Quiet, nerdy boys. Boys who smell nice.

For either, I like when they have a single crooked tooth or some other dental weirdness.


----------



## Tycho (Sep 21, 2010)

The whole "odd turn-on" thing is so goddamn subjective I don't see the point in talking about it.  I know what my turn-ons are but I don't think they're particularly ODD.


----------



## CynicalCirno (Sep 21, 2010)

Tycho said:


> The whole "odd turn-on" thing is so goddamn subjective I don't see the point in talking about it.  I know what my turn-ons are but I don't think they're particularly ODD.


 It's_ very_ subjective..

Although..
You come to this thread to post about your odd turn ons
Speak about them even if they are not odd to you, others may find it odd.
Subjective.


----------



## FancySkunk (Sep 21, 2010)

Nall said:


> or maybe it's because they look like souless dolls that will do whatever you want.


That's not it at all.


----------



## Nox Luna (Sep 21, 2010)

Goth/emos (guys and girls) and Southern accents. B) Also like guys/girls that are at least a little chubby so some might think that's odd, but I don't wanna date a stick. And I seem to be more attracted to a bi guy or bi/les girl more than a straight guy.


----------



## Asswings (Sep 21, 2010)

Blushing.

If a chick gets all flustered because I made a naughty joke and turns bright red it's like... d'awww c'mere >:]


----------



## Gavrill (Sep 21, 2010)

Asswings said:


> Blushing.
> 
> If a chick gets all flustered because I made a naughty joke and turns bright red it's like... d'awww c'mere >:]


 
Blushing is so cute :3c


----------



## Urbanwolf (Sep 21, 2010)

guys that actually look good with tails

oh and guys that are a bit taller than me..really tall people scare me O_O


----------



## Randy-Darkshade (Sep 21, 2010)

Long hair (boys and girls.) I adore long hair.


----------



## Asswings (Sep 21, 2010)

Man all you people who love long hair are crazy.

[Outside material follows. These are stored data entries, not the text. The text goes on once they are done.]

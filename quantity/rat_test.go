package quantity_test

import (
	"errors"
	"math"
	"math/big"
	"strings"
	"testing"

	"pgregory.net/rapid"

	q "similis.dev/similis/quantity"
)

// TestRatAgainstBig checks the int64 fractions against math/big.Rat, the
// standard library's arbitrary-precision rationals.
func TestRatAgainstBig(t *testing.T) {
	rapid.Check(t, func(t *rapid.T) {
		a := q.MustRat(rapid.Int64Range(-1e6, 1e6).Draw(t, "an"), rapid.Int64Range(1, 1e6).Draw(t, "ad"))
		b := q.MustRat(rapid.Int64Range(-1e6, 1e6).Draw(t, "bn"), rapid.Int64Range(1, 1e6).Draw(t, "bd"))
		ba, bb := big.NewRat(a.Num(), a.Den()), big.NewRat(b.Num(), b.Den())
		check := func(name string, got q.Rat, err error, want *big.Rat) {
			if err != nil {
				t.Fatalf("%s: %v", name, err)
			}
			if got.Num() != want.Num().Int64() || got.Den() != want.Denom().Int64() {
				t.Fatalf("%s(%v, %v) = %v, big.Rat gives %v", name, a, b, got, want)
			}
			if w, _ := q.NewRat(want.Num().Int64(), want.Denom().Int64()); got != w {
				t.Fatalf("%s: %#v is not the canonical %#v", name, got, w)
			}
		}
		s, err := a.Add(b)
		check("Add", s, err, new(big.Rat).Add(ba, bb))
		s, err = a.Sub(b)
		check("Sub", s, err, new(big.Rat).Sub(ba, bb))
		s, err = a.Mul(b)
		check("Mul", s, err, new(big.Rat).Mul(ba, bb))
		if !b.IsZero() {
			s, err = a.Div(b)
			check("Div", s, err, new(big.Rat).Quo(ba, bb))
		}
		if a.Cmp(b) != ba.Cmp(bb) {
			t.Fatalf("Cmp(%v, %v)", a, b)
		}
		text, _ := a.MarshalText()
		var back q.Rat
		if err := back.UnmarshalText(text); err != nil || back != a {
			t.Fatalf("%v → %q → %v, %v", a, text, back, err)
		}
	})
}

func TestRatZeroAndErrors(t *testing.T) {
	var zero q.Rat
	if !zero.IsZero() || zero.Den() != 1 || zero != q.RatInt(0) || zero.String() != "0" {
		t.Errorf("zero value %#v", zero)
	}
	if q.MustRat(6, -4) != q.MustRat(-3, 2) {
		t.Error("6/−4 is not −3/2")
	}
	big := q.RatInt(1 << 62)
	if _, err := big.Mul(q.RatInt(4)); !errors.Is(err, q.ErrRange) {
		t.Errorf("(2⁶²)·4: err = %v", err)
	}
	if _, err := big.Add(big); !errors.Is(err, q.ErrRange) {
		t.Errorf("2⁶²+2⁶²: err = %v", err)
	}
	if _, err := q.RatInt(1).Div(zero); !errors.Is(err, q.ErrRange) {
		t.Errorf("1/0: err = %v", err)
	}
	for _, s := range []string{"", "1/0", "a", "1/-2", "1 /2", "+-1", "1/2/3", "99999999999999999999"} {
		if _, err := q.ParseRat(s); err == nil {
			t.Errorf("ParseRat(%q) accepted", s)
		}
	}
	if r, err := q.ParseRat("-6/4"); err != nil || r != q.MustRat(-3, 2) {
		t.Errorf("ParseRat(-6/4) = %v, %v", r, err)
	}
	v := []q.Rat{q.MustRat(1, 2), q.MustRat(-1, 3), q.RatInt(0)}
	f, err := q.Coprime(v, v)
	if err != nil || v[0] != q.RatInt(3) || v[1] != q.RatInt(-2) || f != q.RatInt(6) {
		t.Errorf("Coprime = %v, %v, %v", v, f, err)
	}
	if e := q.MustDim(0, 0, 0, 0, 0, 0, 0); !e.Exponent(q.BaseL).IsZero() {
		t.Error("exponent of the dimension one")
	}
	d, _ := q.Length.Pow(1, 2)
	if d.Exponent(q.BaseL) != q.MustRat(1, 2) {
		t.Errorf("L^(1/2): %v", d.Exponent(q.BaseL))
	}
}

// extremeInt64 draws an int64 near the ends of its range or small.
func extremeInt64(t *rapid.T, label string) int64 {
	return rapid.OneOf(
		rapid.Int64Range(math.MinInt64, math.MinInt64+4),
		rapid.Int64Range(math.MaxInt64-4, math.MaxInt64),
		rapid.Int64Range(-1<<32-2, -1<<32+2),
		rapid.Int64Range(-6, 6),
		rapid.Int64(),
	).Draw(t, label)
}

// TestRatNeverHoldsMinInt64 checks, over extreme operands, that no Rat
// holds math.MinInt64 (so Neg keeps exact: −r has the opposite sign and
// −(−r) is r), that arithmetic reaching it reports an ErrRange error,
// and that every printer of an exponent writes any Rat without panicking
// and with the sign it has.
func TestRatNeverHoldsMinInt64(t *testing.T) {
	rapid.Check(t, func(t *rapid.T) {
		a := q.RatInt(extremeInt64(t, "a"))
		b := q.RatInt(extremeInt64(t, "b"))
		rs := []q.Rat{a, b, a.Neg(), b.Neg()}
		for _, op := range []func(x, y q.Rat) (q.Rat, error){q.Rat.Add, q.Rat.Sub, q.Rat.Mul, q.Rat.Div} {
			r, err := op(a, b)
			if err != nil {
				if !errors.Is(err, q.ErrRange) {
					t.Fatalf("%v, %v: error %v does not match ErrRange", a, b, err)
				}
				continue
			}
			rs = append(rs, r)
		}
		for _, r := range rs {
			if r.Num() == math.MinInt64 || r.Den() == math.MinInt64 {
				t.Fatalf("a Rat holds math.MinInt64: %v", r)
			}
			if r.Neg().Sign() != -r.Sign() || r.Neg().Neg() != r {
				t.Fatalf("Neg of %v is %v", r, r.Neg())
			}
			for _, st := range []q.Style{q.Unicode, q.ASCII, q.LaTeX, q.Markdown} {
				s := string(q.AppendExponent(nil, r, st))
				neg := strings.Contains(s, "-") || strings.Contains(s, "⁻")
				if neg != (r.Sign() < 0) {
					t.Fatalf("AppendExponent(%v, %v) = %q: wrong sign", r, st, s)
				}
				_ = q.Product{{Name: "x", Exp: r}, {Name: "y", Exp: r.Neg()}}.Format(st, q.Fraction, "")
				_ = q.Product{{Name: "x", Exp: r}}.Format(st, q.Inline, "")
			}
		}
	})
}

// TestRatIntMinInt64 checks the documented result of RatInt for the one
// int64 a Rat cannot hold, and that NewRat and ParseRat refuse it.
func TestRatIntMinInt64(t *testing.T) {
	if got := q.RatInt(math.MinInt64); got.Num() != -math.MaxInt64 || got.Neg().Num() != math.MaxInt64 {
		t.Errorf("RatInt(MinInt64) = %v, Neg %v; want −(2⁶³−1) and 2⁶³−1", got, got.Neg())
	}
	if got := string(q.AppendExponent(nil, q.RatInt(math.MinInt64), q.Unicode)); got != "⁻⁹²²³³⁷²⁰³⁶⁸⁵⁴⁷⁷⁵⁸⁰⁷" {
		t.Errorf("AppendExponent(RatInt(MinInt64)) = %q", got)
	}
	if _, err := q.NewRat(math.MinInt64, 1); !errors.Is(err, q.ErrRange) {
		t.Errorf("NewRat(MinInt64, 1): %v", err)
	}
	if _, err := q.ParseRat("-9223372036854775808"); !errors.Is(err, q.ErrParse) {
		t.Errorf("ParseRat(MinInt64): %v", err)
	}
}

// TestCoprimeShortDestination: a destination shorter than the vector is
// an ErrInvalid error, not a panic.
func TestCoprimeShortDestination(t *testing.T) {
	v := []q.Rat{q.MustRat(1, 2), q.MustRat(-1, 3)}
	if _, err := q.Coprime(make([]q.Rat, 1), v); !errors.Is(err, q.ErrInvalid) {
		t.Errorf("Coprime into a short dst: %v", err)
	}
	dst := make([]q.Rat, 2)
	if f, err := q.Coprime(dst, v); err != nil || f != q.RatInt(6) || dst[0] != q.RatInt(3) || dst[1] != q.RatInt(-2) {
		t.Errorf("Coprime(1/2, -1/3) = %v, %v, %v", dst, f, err)
	}
}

Short hair is where it's at.
Doesn't get everywhere and is cute as fuck.

Also it gets all scruffy and sticks up at odd angles after you mess around, and you have to admit that's always adorable.


----------



## Randy-Darkshade (Sep 21, 2010)

Asswings said:


> Man all you people who love long hair are crazy.
> 
> Short hair is where it's at.
> Doesn't get everywhere and is cute as fuck.



Can't tug on short hair as easily during sex.


----------



## ShadraAvro (Sep 21, 2010)

In guys... tall, dark hair (brown or black) who aren't afraid to take what they want every once in a while (easy going but I like them to be the one to kiss me, not the other way around), and personality trumps looks more often than not

in girls... personality is everything. It has to be somebody I get along with

in both... a love for dark colours and somebody who isn't afraid of my style of music/writing/drawing

I also find I have a love for facial hair on guys as long as it's managed well. :3 Oh and short scraggly hair that I can mess up or shoulder length hair <3 Long hair is gorgeous on girls but mine is personally hard to manage so I hacked it to my shoulders so I understand those who aren't particularly loving toward long hair


----------



## Asswings (Sep 21, 2010)

RandyDarkshade said:


> Can't tug on short hair as easily during sex.



Ow why would you want to do that. o.o

Hair pulling isn't fun at all, it hurts and not in a sexy way. 
I would be fucking pissed if someone yanked on my hair.


----------



## Randy-Darkshade (Sep 21, 2010)

Asswings said:


> Ow why would you want to do that. o.o
> 
> Hair pulling isn't fun at all, it hurts and not in a sexy way.
> I would be fucking pissed if someone yanked on my hair.



Some people enjoy pain during sex. If it were me I wouldn't pull THAT hard. Unless she wanted me too.


----------



## Asswings (Sep 21, 2010)

RandyDarkshade said:


> Some people enjoy pain during sex. If it were me I wouldn't pull THAT hard. Unless she wanted me too.


 
Pain can be fun.
But hairpulling is like the wrong kind of pain. Also it ends up with nasty handfuls of broken hair and stringy bits of it everywhere, which is kind of freaky you have to admit that. And before you guys say NUH UH some girls have weaker hair than others and yes, it does do that. 
So like.
I dunno. Don't pull hair unless you're specifically asked to? If you wanna hurt a girl for fun try biting her. >.>


----------



## Randy-Darkshade (Sep 21, 2010)

Asswings said:


> Pain can be fun.
> But hairpulling is like the wrong kind of pain. Also it ends up with nasty handfuls of broken hair and stringy bits of it everywhere, which is kind of freaky you have to admit that. And before you guys say NUH UH some girls have weaker hair than others and yes, it does do that.
> So like.
> I dunno. Don't pull hair unless you're specifically asked to? If you wanna hurt a girl for fun try biting her. >.>



I would never do anything to anyone unless they specifically ask me too.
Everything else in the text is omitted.